(Dataset entries)
----
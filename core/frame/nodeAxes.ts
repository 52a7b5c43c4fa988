import { dot, type Vec3 } from '../geometry/vector.ts';
import { ELEMENT_SIZE } from './elementStiffness.ts';
import type { NodeAxes } from './model.ts';

/** A vector of space in a node's axes; as it is where there are none. */
export const intoAxes = (axes: NodeAxes | undefined, v: Vec3): Vec3 =>
  axes ? [dot(axes[0], v), dot(axes[1], v), dot(axes[2], v)] : v;

/** And back into space. */
export function outOfAxes(axes: NodeAxes | undefined, [a, b, c]: Vec3): Vec3 {
  if (!axes) return [a, b, c];
  const [p, q, r] = axes;
  return [a * p[0] + b * q[0] + c * r[0], a * p[1] + b * q[1] + c * r[1], a * p[2] + b * q[2] + c * r[2]];
}

/** Turns the 12 × 12 stiffness of an element, in place, into axes for each of its four triples: displacement and rotation at i, then at j. */
export function turnElement(K: Float64Array, axes: readonly (NodeAxes | undefined)[]): void {
  axes.forEach((own, triple) => {
    if (!own) return;
    const first = 3 * triple;
    for (let c = 0; c < ELEMENT_SIZE; c++) {
      const at = (k: number): number => (first + k) * ELEMENT_SIZE + c;
      turnThree(K, own, at(0), at(1), at(2));
    }
    for (let r = 0; r < ELEMENT_SIZE; r++) {
      const at = r * ELEMENT_SIZE + first;
      turnThree(K, own, at, at + 1, at + 2);
    }
  });
}

/** Of each of the four 3 × 3 blocks the size of what stands on its diagonal, in the axes of its triple: twelve numbers. */
export function diagonalIn(axes: readonly (NodeAxes | undefined)[], blocks: Float64Array): readonly number[] {
  return axes.flatMap((own, triple) => {
    const at = (r: number, c: number): number => blocks[9 * triple + 3 * r + c] ?? 0;
    return [0, 1, 2].map((k) => {
      const way = own?.[k];
      if (!way) return Math.abs(at(k, k));
      let sum = 0;
      for (let r = 0; r < 3; r++) for (let c = 0; c < 3; c++) sum += (way[r] ?? 0) * at(r, c) * (way[c] ?? 0);
      return Math.abs(sum);
    });
  });
}

function turnThree(K: Float64Array, axes: NodeAxes, x: number, y: number, z: number): void {
  const v: Vec3 = [K[x] ?? 0, K[y] ?? 0, K[z] ?? 0];
  K[x] = dot(axes[0], v);
  K[y] = dot(axes[1], v);
  K[z] = dot(axes[2], v);
}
----
* [BRIEF]: Output every record verbatim.

* [REPLY TO THE EXERCISE]:
filename core/frame/nodeAxes.ts
repository 52a7b5c43c4fa988
import { dot, type Vec3 } from '../geometry/vector.ts';
import { ELEMENT_SIZE } from './elementStiffness.ts';
import type { NodeAxes } from './model.ts';

/** A vector of space in a node's axes; as it is where there are none. */
export const intoAxes = (axes: NodeAxes | undefined, v: Vec3): Vec3 =>
  axes ? [dot(axes[0], v), dot(axes[1], v), dot(axes[2], v)] : v;

/** And back into space. */
export function outOfAxes(axes: NodeAxes | undefined, [a, b, c]: Vec3): Vec3 {
  if (!axes) return [a, b, c];
  const [p, q, r] = axes;
  return [a * p[0] + b * q[0] + c * r[0], a * p[1] + b * q[1] + c * r[1], a * p[2] + b * q[2] + c * r[2]];
}

/** Turns the 12 × 12 stiffness of an element, in place, into axes for each of its four triples: displacement and rotation at i, then at j. */
export function turnElement(K: Float64Array, axes: readonly (NodeAxes | undefined)[]): void {
  axes.forEach((own, triple) => {
    if (!own) return;
    const first = 3 * triple;
    for (let c = 0; c < ELEMENT_SIZE; c++) {
      const at = (k: number): number => (first + k) * ELEMENT_SIZE + c;
      turnThree(K, own, at(0), at(1), at(2));
    }
    for (let r = 0; r < ELEMENT_SIZE; r++) {
      const at = r * ELEMENT_SIZE + first;
      turnThree(K, own, at, at + 1, at + 2);
    }
  });
}

/** Of each of the four 3 × 3 blocks the size of what stands on its diagonal, in the axes of its triple: twelve numbers. */
export function diagonalIn(axes: readonly (NodeAxes | undefined)[], blocks: Float64Array): readonly number[] {
  return axes.flatMap((own, triple) => {
    const at = (r: number, c: number): number => blocks[9 * triple + 3 * r + c] ?? 0;
    return [0, 1, 2].map((k) => {
      const way = own?.[k];
      if (!way) return Math.abs(at(k, k));
      let sum = 0;
      for (let r = 0; r < 3; r++) for (let c = 0; c < 3; c++) sum += (way[r] ?? 0) * at(r, c) * (way[c] ?? 0);
      return Math.abs(sum);
    });
  });
}

function turnThree(K: Float64Array, axes: NodeAxes, x: number, y: number, z: number): void {
  const v: Vec3 = [K[x] ?? 0, K[y] ?? 0, K[z] ?? 0];
  K[x] = dot(axes[0], v);
  K[y] = dot(axes[1], v);
  K[z] = dot(axes[2], v);
}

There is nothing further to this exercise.